§ **REQUIRED WORK**: Among the entries below, find each line holding "hidden" and return it.

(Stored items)
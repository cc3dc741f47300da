export interface PagerProps {
  readonly page: number;
  readonly perPage: number;
  readonly total: number;
  /** "alerts" */
  readonly what: string;
  /** Address of a page, so that it can be opened and sent; `onPage` takes a plain press in an island. */
  readonly hrefOf: (page: number) => string;
  readonly onPage?: (page: number) => void;
}

/** "51 to 100 of 312 borrowers", with the pages before and after. */
export function Pager({ page, perPage, total, what, hrefOf, onPage }: PagerProps) {
  const first = Math.min((page - 1) * perPage + 1, total);
  const last = Math.min(page * perPage, total);
  const pages = Math.max(1, Math.ceil(total / perPage));
  return (
    <nav className="table-foot" aria-label={`Pages of ${what}`}>
      <p className="type-second">
        {total === 0 ? `No ${what}` : `${first} to ${last} of ${total.toLocaleString('en-GB')} ${what}`}
      </p>
      {pages > 1 && (
        <div className="flex gap-4">
          <PageLink
            to={page - 1}
            live={page > 1}
            hrefOf={hrefOf}
            onPage={onPage}
            rel="prev"
            name="Page before"
          />
          <span className="type-second">
            Page {page} of {pages}
          </span>
          <PageLink
            to={page + 1}
            live={page < pages}
            hrefOf={hrefOf}
            onPage={onPage}
            rel="next"
            name="Next page"
          />
        </div>
      )}
    </nav>
  );
}

interface PageLinkProps extends Pick<PagerProps, 'hrefOf' | 'onPage'> {
  readonly to: number;
  readonly live: boolean;
  readonly rel: 'prev' | 'next';
  readonly name: string;
}

function PageLink({ to, live, hrefOf, onPage, rel, name }: PageLinkProps) {
  if (!live) return <span className="type-second">{name}</span>;
  return (
    <a
      href={hrefOf(to)}
      rel={rel}
      onClick={(event) => {
        if (!onPage || event.ctrlKey || event.metaKey || event.shiftKey) return;
        event.preventDefault();
        onPage(to);
      }}
    >
      {name}
    </a>
  );
}
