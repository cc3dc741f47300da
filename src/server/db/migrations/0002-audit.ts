import type { Migration } from '../migration.ts';

/**
 * Every change, in one chain. The application's database user may insert and read these rows, not change them;
 * the sequence number and the head of the chain live in a counter row that is locked for each append.
 */
export const migration: Migration = {
  name: '0002-audit',
  up: [
    `create table if not exists audit_heads (
      id tinyint unsigned not null primary key,
      seq bigint unsigned not null,
      hash char(64) not null
    ) engine=InnoDB default charset=utf8mb4 collate=utf8mb4_bin`,
    `insert ignore into audit_heads (id, seq, hash) values (1, 0, repeat('0', 64))`,
    `create table if not exists audit_entries (
      seq bigint unsigned not null primary key,
      at datetime(3) not null,
      person_id bigint unsigned null,
      person_name varchar(200) not null,
      action varchar(64) not null,
      subject_kind varchar(40) not null,
      subject_id varchar(80) not null,
      borrower_id bigint unsigned null,
      desk_id bigint unsigned null,
      summary varchar(500) not null,
      before_json mediumtext null,
      after_json mediumtext null,
      request_id varchar(64) not null,
      address varchar(64) not null,
      previous_hash char(64) not null,
      hash char(64) not null,
      key audit_at (at, seq),
      key audit_person (person_id, seq),
      key audit_borrower (borrower_id, seq),
      key audit_subject (subject_kind, subject_id, seq)
    ) engine=InnoDB default charset=utf8mb4 collate=utf8mb4_unicode_ci`,
  ],
  down: ['drop table if exists audit_entries', 'drop table if exists audit_heads'],
};
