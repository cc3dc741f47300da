import {
  useId,
  type InputHTMLAttributes,
  type ReactNode,
  type SelectHTMLAttributes,
  type TextareaHTMLAttributes,
} from 'react';
import { classes } from './classes.ts';

interface Wired {
  readonly id: string;
  readonly 'aria-describedby': string | undefined;
  readonly 'aria-invalid': true | undefined;
}

interface FieldFrameProps {
  readonly label: ReactNode;
  readonly hint?: ReactNode;
  readonly error?: ReactNode;
  readonly className?: string;
  readonly children: (wired: Wired) => ReactNode;
}

/** Label, hint and error wired to one control, so that no screen can forget. */
export function FieldFrame({ label, hint, error, className, children }: FieldFrameProps) {
  const id = useId();
  const described = [hint && `${id}-hint`, error && `${id}-error`].filter(Boolean).join(' ');
  return (
    <div className={classes('field', className)}>
      <label className="field-label" htmlFor={id}>
        {label}
      </label>
      {hint && (
        <p className="field-hint" id={`${id}-hint`}>
          {hint}
        </p>
      )}
      {children({
        id,
        'aria-describedby': described || undefined,
        'aria-invalid': error ? true : undefined,
      })}
      {error && <FieldErrorText id={`${id}-error`}>{error}</FieldErrorText>}
    </div>
  );
}

/** An error of one field: a mark, the word and what to do. */
export function FieldErrorText({ id, children }: { readonly id: string; readonly children: ReactNode }) {
  return (
    <p className="field-error" id={id}>
      <span aria-hidden="true">↑ </span>
      {children}
    </p>
  );
}

type Labelled = Omit<FieldFrameProps, 'children' | 'className'> & { readonly fieldClassName?: string };

export type FieldProps = Labelled & Omit<InputHTMLAttributes<HTMLInputElement>, 'style' | 'id'>;

export function Field({ label, hint, error, fieldClassName, className, ...rest }: FieldProps) {
  return (
    <FieldFrame label={label} hint={hint} error={error} className={fieldClassName}>
      {(wired) => <input {...rest} {...wired} className={classes('input', className)} />}
    </FieldFrame>
  );
}

export type TextAreaProps = Labelled & Omit<TextareaHTMLAttributes<HTMLTextAreaElement>, 'style' | 'id'>;

export function TextArea({ label, hint, error, fieldClassName, className, ...rest }: TextAreaProps) {
  return (
    <FieldFrame label={label} hint={hint} error={error} className={fieldClassName}>
      {(wired) => <textarea {...rest} {...wired} className={classes('input', className)} />}
    </FieldFrame>
  );
}

export interface Choice {
  readonly value: string;
  readonly label: string;
  readonly hint?: string;
  readonly disabled?: boolean;
}

export type SelectProps = Labelled &
  Omit<SelectHTMLAttributes<HTMLSelectElement>, 'style' | 'id' | 'children'> & {
    readonly options: readonly Choice[];
    /** Shown first with an empty value, where nothing may be preselected. */
    readonly placeholder?: string;
  };

export function Select({
  label,
  hint,
  error,
  fieldClassName,
  className,
  options,
  placeholder,
  ...rest
}: SelectProps) {
  return (
    <FieldFrame label={label} hint={hint} error={error} className={fieldClassName}>
      {(wired) => (
        <select {...rest} {...wired} className={classes('input', className)}>
          {placeholder !== undefined && <option value="">{placeholder}</option>}
          {options.map((option) => (
            <option key={option.value} value={option.value} disabled={option.disabled}>
              {option.label}
            </option>
          ))}
        </select>
      )}
    </FieldFrame>
  );
}
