import type { Migration } from '../migration.ts';

/** Lender, desks, people and what signing in needs. */
export const migration: Migration = {
  name: '0001-people',
  up: [
    `create table if not exists lenders (
      id tinyint unsigned not null primary key,
      name varchar(200) not null,
      zone varchar(64) not null,
      night_at_utc char(5) not null,
      head_of_credit_id bigint unsigned null,
      legal_contact_id bigint unsigned null,
      seeded_on date null,
      version int unsigned not null default 1
    ) engine=InnoDB default charset=utf8mb4 collate=utf8mb4_unicode_ci`,
    `create table if not exists people (
      id bigint unsigned not null auto_increment primary key,
      email varchar(254) not null,
      name varchar(200) not null,
      password_hash varchar(200) null,
      is_active tinyint(1) not null default 1,
      wants_digest tinyint(1) not null default 1,
      unsubscribe_token_hash char(64) null,
      created_at datetime(3) not null,
      version int unsigned not null default 1,
      unique key people_email (email),
      unique key people_unsubscribe (unsubscribe_token_hash)
    ) engine=InnoDB default charset=utf8mb4 collate=utf8mb4_unicode_ci`,
    `create table if not exists person_roles (
      person_id bigint unsigned not null,
      role varchar(32) not null,
      primary key (person_id, role),
      constraint person_roles_person foreign key (person_id) references people (id)
    ) engine=InnoDB default charset=utf8mb4 collate=utf8mb4_unicode_ci`,
    `create table if not exists desks (
      id bigint unsigned not null auto_increment primary key,
      name varchar(120) not null,
      head_id bigint unsigned null,
      version int unsigned not null default 1,
      unique key desks_name (name),
      key desks_head (head_id),
      constraint desks_head foreign key (head_id) references people (id)
    ) engine=InnoDB default charset=utf8mb4 collate=utf8mb4_unicode_ci`,
    `create table if not exists desk_changes (
      desk_id bigint unsigned not null primary key,
      change_number bigint unsigned not null default 0,
      constraint desk_changes_desk foreign key (desk_id) references desks (id)
    ) engine=InnoDB default charset=utf8mb4 collate=utf8mb4_unicode_ci`,
    `create table if not exists desk_members (
      desk_id bigint unsigned not null,
      person_id bigint unsigned not null,
      primary key (desk_id, person_id),
      key desk_members_person (person_id),
      constraint desk_members_desk foreign key (desk_id) references desks (id),
      constraint desk_members_person foreign key (person_id) references people (id)
    ) engine=InnoDB default charset=utf8mb4 collate=utf8mb4_unicode_ci`,
    `create table if not exists deputies (
      id bigint unsigned not null auto_increment primary key,
      person_id bigint unsigned not null,
      deputy_id bigint unsigned not null,
      from_date date not null,
      until_date date not null,
      version int unsigned not null default 1,
      key deputies_person (person_id),
      key deputies_deputy (deputy_id),
      constraint deputies_person foreign key (person_id) references people (id),
      constraint deputies_deputy foreign key (deputy_id) references people (id)
    ) engine=InnoDB default charset=utf8mb4 collate=utf8mb4_unicode_ci`,
    `create table if not exists sessions (
      id char(64) not null primary key,
      person_id bigint unsigned not null,
      created_at datetime(3) not null,
      last_seen_at datetime(3) not null,
      expires_at datetime(3) not null,
      key sessions_person (person_id),
      key sessions_expiry (expires_at),
      constraint sessions_person foreign key (person_id) references people (id)
    ) engine=InnoDB default charset=utf8mb4 collate=utf8mb4_unicode_ci`,
    `create table if not exists one_time_tokens (
      token_hash char(64) not null primary key,
      purpose varchar(32) not null,
      person_id bigint unsigned null,
      expires_at datetime(3) not null,
      used_at datetime(3) null,
      key one_time_tokens_person (person_id),
      constraint one_time_tokens_person foreign key (person_id) references people (id)
    ) engine=InnoDB default charset=utf8mb4 collate=utf8mb4_unicode_ci`,
    `create table if not exists rate_limits (
      \`key\` varchar(255) not null primary key,
      points int not null default 0,
      expire bigint unsigned null,
      key rate_limits_end (expire)
    ) engine=InnoDB default charset=utf8mb4 collate=utf8mb4_bin`,
    `create table if not exists idempotency_keys (
      person_id bigint unsigned not null,
      \`key\` varchar(100) not null,
      route varchar(200) not null,
      body_hash char(64) not null,
      status smallint unsigned null,
      response mediumtext null,
      created_at datetime(3) not null,
      primary key (person_id, \`key\`)
    ) engine=InnoDB default charset=utf8mb4 collate=utf8mb4_bin`,
  ],
  down: [
    'drop table if exists idempotency_keys',
    'drop table if exists rate_limits',
    'drop table if exists one_time_tokens',
    'drop table if exists sessions',
    'drop table if exists deputies',
    'drop table if exists desk_members',
    'drop table if exists desk_changes',
    'drop table if exists desks',
    'drop table if exists person_roles',
    'drop table if exists people',
    'drop table if exists lenders',
  ],
};
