import type { ReactNode } from 'react';

interface EmptyStateProps {
  readonly title: string;
  /** Why there is nothing and what to do next. */
  readonly children?: ReactNode;
}

export function EmptyState({ title, children }: EmptyStateProps) {
  return (
    <div className="px-5 py-10">
      <p className="type-panel">{title}</p>
      {children && <div className="type-second mt-1 max-w-[64ch]">{children}</div>}
    </div>
  );
}

interface NoPermissionProps {
  /** "open the audit log" */
  readonly what: string;
  /** Who can, or whom to ask. */
  readonly children?: ReactNode;
}

export function NoPermission({ what, children }: NoPermissionProps) {
  return (
    <EmptyState title={`Your role may not ${what}`}>
      {children ?? 'An administrator of the desk can change what your role may do. Nothing was changed.'}
    </EmptyState>
  );
}

/** "Loading alerts": says what is coming, quietly, and is read out once. */
export function LoadingState({ what }: { readonly what: string }) {
  return (
    <p className="type-second px-5 py-10" role="status">
      Loading {what}…
    </p>
  );
}

interface ProgressProps {
  /** "Tested 212 of 312 borrowers" */
  readonly label: string;
  readonly done: number;
  readonly of: number;
  /** "You can leave this page; the run goes on." */
  readonly children?: ReactNode;
}

/** Long work with its count. Ink on a ruled scale, as the quality bar. */
export function Progress({ label, done, of, children }: ProgressProps) {
  const share = of > 0 ? Math.min(Math.max(done / of, 0), 1) : 0;
  return (
    <div>
      <p className="mb-1">{label}</p>
      <div role="progressbar" aria-label={label} aria-valuemin={0} aria-valuemax={of} aria-valuenow={done}>
        <svg className="progress" viewBox="0 0 400 9" preserveAspectRatio="none" aria-hidden="true">
          <rect
            className="bar-frame"
            x="0.5"
            y="0.5"
            width="399"
            height="8"
            vectorEffect="non-scaling-stroke"
          />
          <rect className="bar-ink" x="0" y="0" width={400 * share} height="9" />
        </svg>
      </div>
      {children && <p className="type-second type-small mt-1">{children}</p>}
    </div>
  );
}

/** A caution where it has to stand: a bar of land at the left, quiet, never folded away. */
export function Caution({ children }: { readonly children: ReactNode }) {
  return (
    <div className="caution" role="note">
      {children}
    </div>
  );
}

/** Says to a screen reader what has just changed on the page. One on a page; the text changes. */
export function LiveRegion({ message }: { readonly message: string }) {
  return (
    <p className="sr-only" role="status" aria-live="polite">
      {message}
    </p>
  );
}
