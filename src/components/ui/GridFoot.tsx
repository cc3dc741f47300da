import type { ReactTable, RowData } from '@tanstack/react-table';
import { ColumnChoice } from './ColumnChoice.tsx';
import type { GridFeatures } from './dataGrid.ts';
import { Pager, type PagerProps } from './Pager.tsx';

interface GridFootProps<TRow extends RowData> extends PagerProps {
  readonly table: ReactTable<GridFeatures, TRow>;
}

/** Under a table: which rows of how many, the pages, and which columns are shown. Nothing under an empty one. */
export function GridFoot<TRow extends RowData>({ table, ...pages }: GridFootProps<TRow>) {
  if (pages.total === 0) return null;
  return (
    <div className="table-tools">
      <Pager {...pages} />
      <ColumnChoice table={table} />
    </div>
  );
}
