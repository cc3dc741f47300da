import type { Migration } from '../migration.ts';

/** A version of the policy points to the proposal that two persons made and decided. */
export const migration: Migration = {
  name: '0007-policy',
  up: [
    'alter table policies add column if not exists proposal_id bigint unsigned null',
    'alter table policies add key if not exists policies_proposal (proposal_id)',
    'alter table policies add key if not exists policies_proposer (proposed_by)',
    'alter table policies add key if not exists policies_confirmer (confirmed_by)',
    `alter table policies add constraint policies_proposal
      foreign key if not exists (proposal_id) references proposals (id)`,
    `alter table policies add constraint policies_proposer
      foreign key if not exists (proposed_by) references people (id)`,
    `alter table policies add constraint policies_confirmer
      foreign key if not exists (confirmed_by) references people (id)`,
  ],
  down: [
    'alter table if exists policies drop foreign key if exists policies_proposal',
    'alter table if exists policies drop foreign key if exists policies_proposer',
    'alter table if exists policies drop foreign key if exists policies_confirmer',
    'alter table if exists policies drop key if exists policies_proposal',
    'alter table if exists policies drop key if exists policies_proposer',
    'alter table if exists policies drop key if exists policies_confirmer',
    'alter table if exists policies drop column if exists proposal_id',
  ],
};
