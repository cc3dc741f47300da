import { afterEach, describe, expect, test, vi } from 'vitest';
import { get, getOrThrow, Refusal, send } from './api.ts';

const answering = (...answers: (Response | Error)[]) => {
  const asked: { readonly url: string; readonly init: RequestInit }[] = [];
  vi.stubGlobal('fetch', (url: string, init: RequestInit) => {
    asked.push({ url, init });
    const answer = answers[asked.length - 1];
    return answer instanceof Response
      ? Promise.resolve(answer)
      : Promise.reject(answer ?? new Error('asked too often'));
  });
  return asked;
};

const problem = (status: number, detail: string) =>
  new Response(
    JSON.stringify({ type: '/problems/x', title: 'X', status, detail, instance: 'urn:request:1' }),
    {
      status,
      headers: { 'content-type': 'application/problem+json' },
    },
  );

afterEach(() => vi.unstubAllGlobals());

describe('a write', () => {
  test('carries its body as JSON, the version in If-Match and the key that keeps it single', async () => {
    const asked = answering(Response.json({ id: 7 }));
    const answer = await send<{ id: number }>('POST', '/alerts/7/take', {
      body: { note: 'seen' },
      version: 3,
      idempotencyKey: 'k-1',
    });
    expect(answer).toEqual({ ok: true, value: { id: 7 } });
    expect(asked[0]?.url).toBe('/api/v1/alerts/7/take');
    expect(asked[0]?.init.body).toBe('{"note":"seen"}');
    expect(asked[0]?.init.headers).toEqual({
      accept: 'application/json',
      'content-type': 'application/json',
      'if-match': '"3"',
      'idempotency-key': 'k-1',
    });
  });

  test('of a file goes as a form, whose content type the browser writes', async () => {
    const asked = answering(Response.json(null));
    const form = new FormData();
    await send('POST', '/imports', { body: form });
    expect(asked[0]?.init.body).toBe(form);
    expect(asked[0]?.init.headers).not.toHaveProperty('content-type');
  });

  test('that is refused answers with the problem the server wrote', async () => {
    answering(problem(412, 'J. Sandoval took it at 09:14. Nothing was changed.'));
    const answer = await send('POST', '/alerts/7/take', { version: 1 });
    expect(answer).toMatchObject({
      ok: false,
      problem: { status: 412, detail: 'J. Sandoval took it at 09:14. Nothing was changed.' },
    });
  });

  test('without an answer never claims that nothing was changed', async () => {
    answering(new TypeError('Failed to fetch'), new TypeError('Failed to fetch'));
    const once = await send('POST', '/notes', { body: {} });
    const repeatable = await send('POST', '/notes', { body: {}, idempotencyKey: 'k' });
    expect(once).toMatchObject({ ok: false, problem: { status: 503 } });
    for (const answer of [once, repeatable])
      expect(answer.ok ? '' : answer.problem.detail).not.toContain('Nothing was changed');
    expect(repeatable.ok ? '' : repeatable.problem.detail).toContain('it is not done twice');
    expect(once.ok ? '' : once.problem.detail).toContain('look before you try again');
  });

  test('in an ended session says that what was typed is still here', async () => {
    answering(problem(401, 'Sign in first.'));
    const answer = await send('POST', '/notes', { body: {} });
    expect(answer).toMatchObject({ ok: false, problem: { status: 401 } });
    expect(answer.ok ? '' : answer.problem.detail).toContain('what you typed is still here');
  });
});

describe('a read', () => {
  test('gives the value', async () => {
    answering(Response.json({ rows: [] }));
    expect(await get('/alerts')).toEqual({ ok: true, value: { rows: [] } });
  });

  test.each([
    ['no network', new TypeError('Failed to fetch')],
    ['a proxy that answers 503 in its own words', new Response('<h1>Unavailable</h1>', { status: 503 })],
    ['an answer that is cut', new Response('{"rows":[', { status: 200 })],
  ])('with %s says that the server does not answer', async (_case, answer) => {
    answering(answer);
    expect(await get('/alerts')).toMatchObject({
      ok: false,
      problem: { status: 503, detail: 'The server does not answer. Nothing was changed. Try again.' },
    });
  });

  test('keeps the words of a server that is there but has lost its database', async () => {
    answering(problem(503, 'The database does not answer. Nothing was changed.'));
    expect(await get('/alerts')).toMatchObject({
      problem: { detail: 'The database does not answer. Nothing was changed.' },
    });
  });

  test('for a query throws its problem', async () => {
    answering(problem(404, 'There is nothing here that you can see.'));
    const refused = getOrThrow('/alerts/9');
    await expect(refused).rejects.toBeInstanceOf(Refusal);
    await expect(refused).rejects.toMatchObject({ problem: { status: 404 } });
  });

  test('that was taken back is thrown, as an answer that nobody waits for', async () => {
    answering(new DOMException('aborted', 'AbortError'));
    await expect(get('/alerts')).rejects.toMatchObject({ name: 'AbortError' });
  });
});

§ **ANSWER TO THIS TASK**:
      <span aria-hidden="true">↑ </span>
        <svg className="progress" viewBox="0 0 400 9" preserveAspectRatio="none" aria-hidden="true">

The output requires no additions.